Supplied data:
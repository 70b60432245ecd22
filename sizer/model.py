"""The member model: plain dataclasses, SI floats, no behaviour beyond small derived values.

Axes and signs (docs/design.md section 2): x along the member from end A (x = 0) to end B (x = L); y is the
section's depth direction (up for a horizontal beam); z completes a right-handed set. Forces and
moments act along or about +x, +y, +z. Freedoms: ux, uy, uz (translations), rx (twist), ry, rz.
"""

from __future__ import annotations

from dataclasses import dataclass, field

FREEDOMS: tuple[str, ...] = ("ux", "uy", "uz", "rx", "ry", "rz")
ACTIONS: tuple[str, ...] = ("N", "Vy", "Vz", "T", "My", "Mz")
SUPPORT_TYPES: dict[str, frozenset[str]] = {
    "fixed": frozenset(FREEDOMS),
    "pin": frozenset({"ux", "uy", "uz", "rx"}),
    "roller": frozenset({"uy", "uz", "rx"}),
}
HEIGHT_FACES: tuple[str, ...] = ("top", "centre", "bottom")
ACROSS_NAMES: tuple[str, ...] = ("shear-centre", "centroid")
DEFAULT_ACROSS = "centroid"
WARPING_CHOICES: tuple[str, ...] = ("free", "held")
RESTRAINT_HOLDS: tuple[str, ...] = ("lateral", "twist")
DEFAULT_CASE = "load"
DEFAULT_COMBINATION = "all"


@dataclass(frozen=True)
class Allowables:
    """Allowable stresses entered by the user from the governing code, Pa; None where not given."""

    tension: float | None = None
    compression: float | None = None
    bending: float | None = None
    shear: float | None = None
    equivalent: float | None = None


@dataclass(frozen=True)
class Material:
    """An isotropic linear elastic material. Moduli and strengths in Pa, density in kg/m^3."""

    name: str
    elastic_modulus: float
    shear_modulus: float
    density: float
    yield_strength: float | None = None
    allowable: Allowables = field(default_factory=Allowables)
    source: str = ""  # file it was read from


@dataclass(frozen=True)
class Support:
    """A support at `at` (m). `restrain`: freedoms held rigidly. `springs`: freedom -> stiffness
    (N/m for ux, uy, uz; N*m/rad for rx, ry, rz), elastic instead of rigid on those freedoms.
    A freedom is never both in `restrain` and `springs`."""

    at: float
    restrain: frozenset[str]
    springs: dict[str, float] = field(default_factory=dict)
    label: str = ""  # e.g. "pin", "roller", "fixed", "custom"
    warping: str | None = None  # for stability: "free" or "held"; None: held by fixed supports, free otherwise
    bearing: float = 0.0  # stiff bearing length along the member (m) for the web check; 0: knife edge
    stiffened: bool = False  # a web stiffener here: no web check at this support

    @property
    def holds_warping(self) -> bool:
        """True when the support holds warping: as given, else when it holds rx, ry and rz (built in)."""
        if self.warping is not None:
            return self.warping == "held"
        return {"rx", "ry", "rz"} <= set(self.restrain)


@dataclass(frozen=True)
class Hinge:
    """An internal hinge at `at` (m): releases both bending moments (My and Mz); N, Vy, Vz and T
    pass through it."""

    at: float


@dataclass(frozen=True)
class PointLoad:
    """Concentrated force (N) and moment (N*m) at `at` (m), in load case `case`.
    force = (fx, fy, fz), moment = (mx, my, mz); mx is a torque about the member axis."""

    case: str
    at: float
    force: tuple[float, float, float] = (0.0, 0.0, 0.0)
    moment: tuple[float, float, float] = (0.0, 0.0, 0.0)
    height: str | float | None = None  # where a transverse force acts on the section (see Restraint); None: default
    pattern: bool = False  # pattern loading: the span it is on is loaded in some arrangements only (analysis.patterns)
    bearing: float = 0.0  # stiff bearing length along the member (m) for the web check; 0: knife edge
    stiffened: bool = False  # a web stiffener here: no web check under this load
    across: str | float = DEFAULT_ACROSS  # where across the section the force acts: "shear-centre", "centroid" or z from the shear centre (m)


@dataclass(frozen=True)
class Pressure:
    """An area load as given: pressures (px, py, pz) in Pa at the load's start and end (varying
    linearly between) on a tributary `width` (m). The line load it makes is pressure x width (N/m)."""

    p_start: tuple[float, float, float]
    p_end: tuple[float, float, float]
    width: float


@dataclass(frozen=True)
class LineLoad:
    """Distributed load from `start` to `end` (m), varying linearly from `q_start` to `q_end`.
    Each q is (wx, wy, wz, mx): forces per length (N/m) along x, y, z and torque per length (N*m/m).
    `area`: the pressure and width it was made from, for display (None: given as a line load)."""

    case: str
    start: float
    end: float
    q_start: tuple[float, float, float, float]
    q_end: tuple[float, float, float, float]
    height: str | float | None = None  # where the transverse load acts on the section (see Restraint); None: default
    pattern: bool = False  # pattern loading: each span it covers is loaded in some arrangements only (analysis.patterns)
    area: Pressure | None = None
    across: str | float = DEFAULT_ACROSS  # where across the section the load acts: "shear-centre", "centroid" or z from the shear centre (m)


Load = PointLoad | LineLoad


@dataclass(frozen=True)
class Patterning:
    """How pattern loading expanded a member (analysis.patterns): the loads and combinations as given,
    the spans (start, end in m, numbered from 1 at end A) the patterned loads were split over, and for
    every combination of the expanded member the given combination it comes from; for each given
    combination its switches (a patterned case's part on one span and its factor), and for each
    arrangement of the expanded member the switches it loads (indices into its origin's switches)."""

    loads: tuple[Load, ...]
    combinations: dict[str, dict[str, float]]
    spans: tuple[tuple[float, float], ...]
    origins: dict[str, str]
    switches: dict[str, tuple[tuple[str, float], ...]] = field(default_factory=dict)
    loaded: dict[str, frozenset[int]] = field(default_factory=dict)


@dataclass(frozen=True)
class Restraint:
    """Bracing that holds the member against buckling, at a point (start == end, m) or continuously
    from start to end (a deck, sheeting). `lateral`: holds the sideways movement (across the
    section's depth, along its weak-axis direction) of the point at `height`; `twist`: holds the
    rotation about the member axis. `height`: "top", "centre" (the shear centre), "bottom", or metres
    from the shear centre along the section's depth (positive towards the top). The same form gives
    the height of a transverse load on the section."""

    start: float
    end: float
    lateral: bool
    twist: bool
    height: str | float = "centre"

    @property
    def continuous(self) -> bool:
        return self.end > self.start


@dataclass(frozen=True)
class DeflectionLimit:
    """One deflection limit: a span may deflect span / `limit`, an overhang overhang / `overhang_limit`
    (None: that kind is not checked by this limit), in the given `combinations` (names as given in
    the member file, each with all its pattern arrangements; None: every combination), measured from
    the chord between the span's supports (`relative_to_supports`) or from the original position."""

    limit: float | None
    overhang_limit: float | None
    combinations: tuple[str, ...] | None = None
    relative_to_supports: bool = True


@dataclass(frozen=True)
class CheckSettings:
    """The `[checks]` table. Lengths in m; None means the documented default. The single deflection
    keys and the `[[checks.deflection]]` entries (`deflection`) are two ways of giving limits; the
    checks use both (checks.deflection.limit_entries)."""

    deflection_limit: float | None = None  # span / limit
    deflection_limit_overhang: float | None = None  # default: deflection_limit / 2
    deflection_combinations: tuple[str, ...] | None = None  # default: every combination
    deflection: tuple[DeflectionLimit, ...] = ()  # [[checks.deflection]] entries
    buckling_length_major: float | None = None  # default: member length
    buckling_length_minor: float | None = None  # default: member length
    buckling_safety_factor: float = 2.0
    buckling_safety_factor_given: bool = False
    web_stiffener_spacing: float | None = None  # panel length for web shear buckling; None: the span between supports
    second_order: bool = True  # actions from a second-order elastic solve (sizer.stability.second_order)
    imperfection_ratio: float | None = None  # initial bow = ratio x member length ("L/1000": 0.001); None: see below
    imperfection_length: float | None = None  # initial bow given as a length (m); both None: no bow

    def bow(self, length: float) -> float:
        """The initial bow (m) of a member `length` m long: 0 without an imperfection."""
        if self.imperfection_ratio is not None:
            return self.imperfection_ratio * length
        return self.imperfection_length or 0.0


@dataclass(frozen=True)
class Member:
    """One straight member as read from a member file. All lengths in m from end A."""

    length: float
    material: str
    supports: tuple[Support, ...]
    loads: tuple[Load, ...]
    combinations: dict[str, dict[str, float]]
    section: str | None = None
    orientation: str = "major"  # "major" or "minor"
    self_weight_case: str | None = "dead"  # None: no self-weight
    gravity: tuple[int, int] = (1, -1)  # (axis index 0=x 1=y 2=z, sign)
    hinges: tuple[Hinge, ...] = ()
    restraints: tuple[Restraint, ...] = ()
    checks: CheckSettings = field(default_factory=CheckSettings)
    materials: dict[str, Material] = field(default_factory=dict)
    title: str = ""
    source: str = ""  # path of the member file
    combinations_given: bool = False  # False: the default "all" combination was made
    patterning: Patterning | None = None  # set when patterned loads were expanded into arrangements

    @property
    def given_loads(self) -> tuple[Load, ...]:
        """The loads as the member file gave them (patterned loads whole, not split by span)."""
        return self.patterning.loads if self.patterning else self.loads

    @property
    def given_combinations(self) -> dict[str, dict[str, float]]:
        """The combinations as the member file gave them (before pattern arrangements)."""
        return self.patterning.combinations if self.patterning else self.combinations

    def origin(self, combination: str) -> str:
        """The given combination that `combination` (a name of self.combinations) comes from."""
        return self.patterning.origins.get(combination, combination) if self.patterning else combination

    @property
    def has_springs(self) -> bool:
        """True when a support has a spring: the forces then depend on the member's stiffness."""
        return any(support.springs for support in self.supports)

    @property
    def cases(self) -> tuple[str, ...]:
        """Load case names in order of first appearance (loads first, then the self-weight case)."""
        names: list[str] = []
        for load in self.loads:
            if load.case not in names:
                names.append(load.case)
        if self.self_weight_case and self.self_weight_case not in names:
            names.append(self.self_weight_case)
        return tuple(names)


@dataclass(frozen=True)
class Stiffness:
    """Member rigidities: EA (N), GJ (N*m^2), EIz for bending in the x-y plane and EIy for bending
    in the x-z plane (N*m^2), already accounting for the section's orientation on the member."""

    EA: float
    GJ: float
    EIz: float
    EIy: float

    @staticmethod
    def unit() -> "Stiffness":
        """Unit rigidities: forces are right for any layout without springs; displacements are not."""
        return Stiffness(1.0, 1.0, 1.0, 1.0)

To do:
Find the lines above holding the word "comes" and show them.

Exercise answer:
    every combination of the expanded member the given combination it comes from; for each given
        """The given combination that `combination` (a name of self.combinations) comes from."""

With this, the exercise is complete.